50. Apparatus according to claim 49, which comprises a water leg
from 3 to 15 meters, preferably from 4 to 12 meters.
51. Apparatus according to claim 49 or 50, comprising a water
make-up device upstream of the feed (111).
52. Apparatus according to any of claims 43 to 48 for implementing
the process according to one of claims 30 to 37.
53. Apparatus according to any of claims 49 to 51 for implementing
the process according to claim 42.
54. Ship or barge comprising the apparatus according to any of
claims 43 to 53 in the hull.
Description
FIELD OF THE INVENTION
[0001] The invention relates to a process for the treatment
(purification) of crude oil (produced from a well, i.e. production
crude oil) and apparatus for implementing it, and a process for
separating a water-in-oil hydrocarbon emulsion and apparatus for
implementing this.
STATE OF THE ART
[0002] Crudes or crude oils (produced from wells or issued from
reservoirs, or known as production crudes) must be processed in
order to comply with three main characteristics: [0003] RVP vapor
pressure (Reid Vapor Pressure), typically less than 11 psi, to
ensure that the crude is stable and to avoid any degassing during
transport or storage, [0004] volume % of water and sediment or BSW
(Basic Sediment and Water), generally 0.5% v/v at the most, [0005]

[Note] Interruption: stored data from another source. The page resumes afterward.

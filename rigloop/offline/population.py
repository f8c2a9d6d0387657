"""Populations: a cohort of simulated animals described in a TOML file, drawn from a seed.

A population file has a ``[population]`` table (``name``, ``description``) and one
table per group under ``[population.groups.NAME]``::

    [population.groups.quick]
    preset = "fast_learner"        # a preset of simulate.py (PRESETS; two-stage task: TWO_STEP_PRESETS)
    fraction = 0.3                 # share of the cohort; the fractions sum to 1
    alpha = { dist = "lognormal", median = 0.3, sigma = 0.3, hi = 1.0 }
    beta = { dist = "normal", mean = 8.0, sd = 2.0, lo = 2.0, hi = 14.0 }
    lapse = { dist = "uniform", lo = 0.02, hi = 0.1 }
    engagement = 200               # a plain number: fixed

    [population.groups.m14]
    fitted = "fits/m14.json"       # `rigloop fit --json` output (path relative to this file)
    fraction = 0.1

A group's other keys are SimulatedAnimal parameters (``PARAMETERS``), fixed or drawn
per animal — the two-stage task's animals take the learner's own (alpha1, alpha2, lam,
beta1, beta2, p, w; Daw et al. 2011) with bias and lapse, and each task ignores the
other's, so one population serves rule files of both kinds; ``lo``/``hi`` truncate any distribution (by redrawing), and a distribution
whose range can leave the parameter's valid range is refused, naming the bound to add.
A fitted group's animals take the best-ranked fit's parameters (learning rate, β, θ as
the response threshold, lapse, bias); a group key given beside it wins.

``draw_animals(population, n, seed)`` gives N animals: group sizes by largest remainder,
parameters from ``numpy.random.default_rng([seed, i])`` for animal i, so the same seed
always gives the same cohort and animal i does not change when N grows.
"""

from __future__ import annotations

import json
import math
import pathlib
import tomllib
from dataclasses import dataclass, field
from importlib import resources

import numpy as np

from ..core.names import closest
from ..core.two_step.params import BOUNDS as TWO_STEP_BOUNDS
from ..errors import BadArgument, RuleError
from .simulate import PRESETS, SimulatedAnimal, preset_animal
from .sweep import mix_presets
from .two_step_sim import TWO_STEP_PRESETS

Salinity, generally less than 100 mg/l (equivalent NaCl), in
particular less than 60 mg/l.
[0006] Processing is therefore carried out in a conventional way.
The problem is however a special one in the case of offshore
fields, more specifically in deep water, where the processing units
are often on floating supports. These are generally FPSOs (Floating
Production Storage and Off-loading)--vessels equipped with
facilities for the processing, production and offloading of
petroleum fluids--or a combination between an FPU (Floating
Production Unit)--barges equipped with petroleum fluid processing
and production facilities--and an FSO (Floating Storage and
Off-loading)--vessels or barges equipped with storage tanks and
facilities for unloading petroleum fluids. In all cases this
processing is carried out in what is called the "topsides", that is
the upper part of the floating support.
[0007] Processing of this type is only the application of systems
which exist onshore to offshore on floating units. Because of this
these systems suffer from several problems, in particular size,
topsides weight, purchasing cost and operating cost.

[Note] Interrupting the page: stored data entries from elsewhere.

"""``rigloop compare``'s work: every rule file on the same drawn animals, then the numbers.

``run_comparison`` draws the cohort once, runs each (rule file, animal) through
``compare.run_animal`` with ``executors.run_ordered`` (serial, a local pool or Dask:
results in order, identical everywhere), and builds the document ``--json`` prints::

    {"rules": {name: {measure: summary}},
     "pairs": [{"a", "b", "differences": {measure: {"estimate", "lo95", "hi95", "n"}}, "verdict"}]}

Pairs are every rule file against the first (the baseline). ``csv_rows`` gives one row
per animal and rule file.
"""

from __future__ import annotations

from collections.abc import Callable, Sequence
from dataclasses import dataclass

from ..errors import BadArgument
from .compare import AnimalResult, AnimalTask, first_session_info, run_animal
from .compare_stats import pair_differences, stage_targets, summarise, verdict
from .population import Population, draw_animals


@dataclass
class Comparison:
    names: list[str]
    stages: list[str]  # the stages whose leaving is measured (those with an advance), in file order
    targets: dict[str, str]
    results: dict[str, list[AnimalResult]]  # name -> one per animal, in draw order
    days: int
    population: str

    def document(self, seed: int = 0) -> dict:
        rules = {n: summarise(self.results[n], self.stages) for n in self.names}
        pairs = []
        base = self.names[0]
        for i, other in enumerate(self.names[1:], start=1):
            diffs = pair_differences(self.results[base], self.results[other], self.stages, seed=seed + 1000 * i)
            pairs.append({"a": base, "b": other, "differences": diffs,
                          "verdict": verdict(base, other, diffs, self.targets, rules[base], rules[other])})
        return {"population": self.population, "animals": len(self.results[base]), "days": self.days,
                "rules": rules, "pairs": pairs}


def unique_names(names: Sequence[str]) -> list[str]:
    """Names as given, a repeated one numbered (``name#2``), so identical files can be compared."""
    out, seen = [], {}
    for n in names:
        seen[n] = seen.get(n, 0) + 1
        out.append(n if seen[n] == 1 else f"{n}#{seen[n]}")
    return out


def run_comparison(entries: Sequence[tuple[str, object]], population: Population, *, animals: int, days: int,
                   seed: int, sessions_per_day: int = 1, db: str | None = None, executor: str = "local",
                   scheduler: str | None = None, workers: int | None = None,
                   progress: Callable[[int, int], None] | None = None) -> Comparison:
    """Run every (name, rules) of ``entries`` on the same ``animals`` drawn from ``population``."""
    from .executors import run_ordered

    if len(entries) < 2:
        raise BadArgument("rule files", "at least two to compare (or one with --vary)", len(entries))
    if isinstance(days, bool) or not isinstance(days, int) or days < 1:
        raise BadArgument("--days", "a whole number of days >= 1", days)
    draws = draw_animals(population, animals, seed)
    first = entries[0][1]
    kinds = {_task_kind(r) for _, r in entries}
    if len(kinds) > 1:
        raise BadArgument("rule files", "rule files of one task (all lick or all two-choice), so the same "
                          "animals can run each", ", ".join(f"{n}: {_task_kind(r)}" for n, r in entries))
    tasks = []
    for k, (name, rules) in enumerate(entries):
        # each rule file's animals are their own subjects in a store; without one the names stay plain
        for d in draws:
            tasks.append(AnimalTask(name, rules.text, rules.source, d, days, sessions_per_day, db,
                                    subject=f"r{k + 1}-{d.subject}" if db is not None and k else None,
                                    first_stored=db is not None))
    if db is not None:
        _store_first_sessions(db, tasks)
    got = run_ordered(run_animal, tasks, executor=executor, scheduler=scheduler, workers=workers,
                      progress=progress)
    results = {name: got[k * len(draws):(k + 1) * len(draws)] for k, (name, _) in enumerate(entries)}
    targets = stage_targets(first.spec)
    return Comparison([n for n, _ in entries], list(targets), targets, results, days, population.name)


def _store_first_sessions(db: str, tasks: Sequence[AnimalTask]) -> None:
    """Every task's first session in one transaction, in task order, before any worker
    writes: the store then lists subjects in cohort order whichever animal finishes first.
    A store that holds any of them already is refused (compare writes new subjects only)."""
    from ..errors import StoreError
    from ..store import Store

    infos = [first_session_info(t) for t in tasks]
    with Store(db) as store:
        held = [i.subject for i in infos if i.subject in set(store.subjects())]
        if held:
            raise BadArgument("--db", "a new store file, or one without the cohort's simulated subjects",
                              f"{db}, which holds {', '.join(held[:3])}{' ...' if len(held) > 3 else ''} already")
        try:
            store.import_sessions([(info, []) for info in infos])
        except StoreError as exc:  # another run wrote them meanwhile
            raise BadArgument("--db", "a store no other run writes the same subjects into", str(exc)) from None


def _task_kind(rules) -> str:
    return "choice" if rules.spec.choice_cues() else "lick"


CSV_COLUMNS = ("rules", "subject", "group", "preset", "days", "trials", "stage", "trials_to_leave", "days_to_leave",
               "water_per_day_ul", "days_below_min", "interventions", "sessions", "disengaged_sessions",
               "median_reversal_lag", "early_block_ends", "judged_blocks")


def csv_rows(c: Comparison):
    """One row per rule file, animal and measured stage (one row with no stage if none)."""
    for name in c.names:
        for r in c.results[name]:
            for stage in c.stages or [""]:
                yield {"rules": name, "subject": r.subject, "group": r.group, "preset": r.preset, "days": r.days,
                       "trials": r.trials, "stage": stage, "trials_to_leave": r.stage_trial.get(stage, ""),
                       "days_to_leave": r.stage_day.get(stage, ""),
                       "water_per_day_ul": round(sum(r.water_ul) / max(len(r.water_ul), 1), 1),
                       "days_below_min": r.days_below_min, "interventions": r.interventions,
                       "sessions": r.sessions, "disengaged_sessions": r.disengaged,
                       "median_reversal_lag": "" if r.median_lag is None else r.median_lag,
                       "early_block_ends": r.early, "judged_blocks": r.judged}


def format_text(doc: dict) -> str:
    """The printed report: per rule file the main measures, then each pair's verdict."""
    lines = [f"{doc['animals']} animals from population '{doc['population']}', {doc['days']} days each, "
             "on every rule file (the same animals and random streams)"]
    for name, s in doc["rules"].items():
        lines.append(f"\n{name}")
        for key, v in s.items():
            if key.startswith("days_to_leave:"):
                never = "" if v["never"] is None else f"; {100 * v['never']:.0f}% never left it"
                lines.append(f"  days to leave {key.split(':', 1)[1]}: {_mid(v)}{never}")
            elif key.startswith("trials_to_leave:"):
                lines.append(f"  trials to leave {key.split(':', 1)[1]}: {_mid(v)}")
        w = s["water_per_day_ul"]
        lines.append(f"  water per day (µL): {_mid(w)}; {w['animal_days_below_min']} animal-days below the daily "
                     f"minimum {w['daily_min_ul']:.0f} µL")
        lines.append(f"  welfare interventions: {s['interventions_per_100_days']['total']} "
                     f"({_mid(s['interventions_per_100_days'])} per 100 animal-days)")
        lines.append(f"  sessions ended by disengagement: {s['disengaged_sessions_per_100']['total']}")
        lag = _mid(s["reversal_lag_trials"])
        lines.append(f"  block ends (reversals among them) behind the animal's learning, trials: {lag}")
        lines.append(f"  blocks ended before the animal had learned them, per animal: {_mid(s['early_block_ends'])}")
    if doc["pairs"]:
        lines.append("")
    for p in doc["pairs"]:
        lines.append(p["verdict"])
    return "\n".join(lines) + "\n"


def _mid(v: dict) -> str:
    if v.get("median") is None:
        return "-"
    return f"median {v['median']:g} [IQR {v['q1']:g}–{v['q3']:g}], n {v['n']}"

[0008] The aim of the invention is to overcome one or more of these
problems.
[0009] WO-A-9219351 describes a process for the separation of a
drilling fluid of the "underbalanced drilling" type, that is a
fluid typically containing (by weight): solids from the rock (drill
cuttings): 5 to 15%; solids for the control of density and
emulsifiers (bentonite, barytes, polymers, etc.): 5 to 35%; liquid
phase of the sludge (water or initial synthetic hydrocarbons): 50
to 85%; liquid phase of the hydrocarbons from the field: 5 to 10%.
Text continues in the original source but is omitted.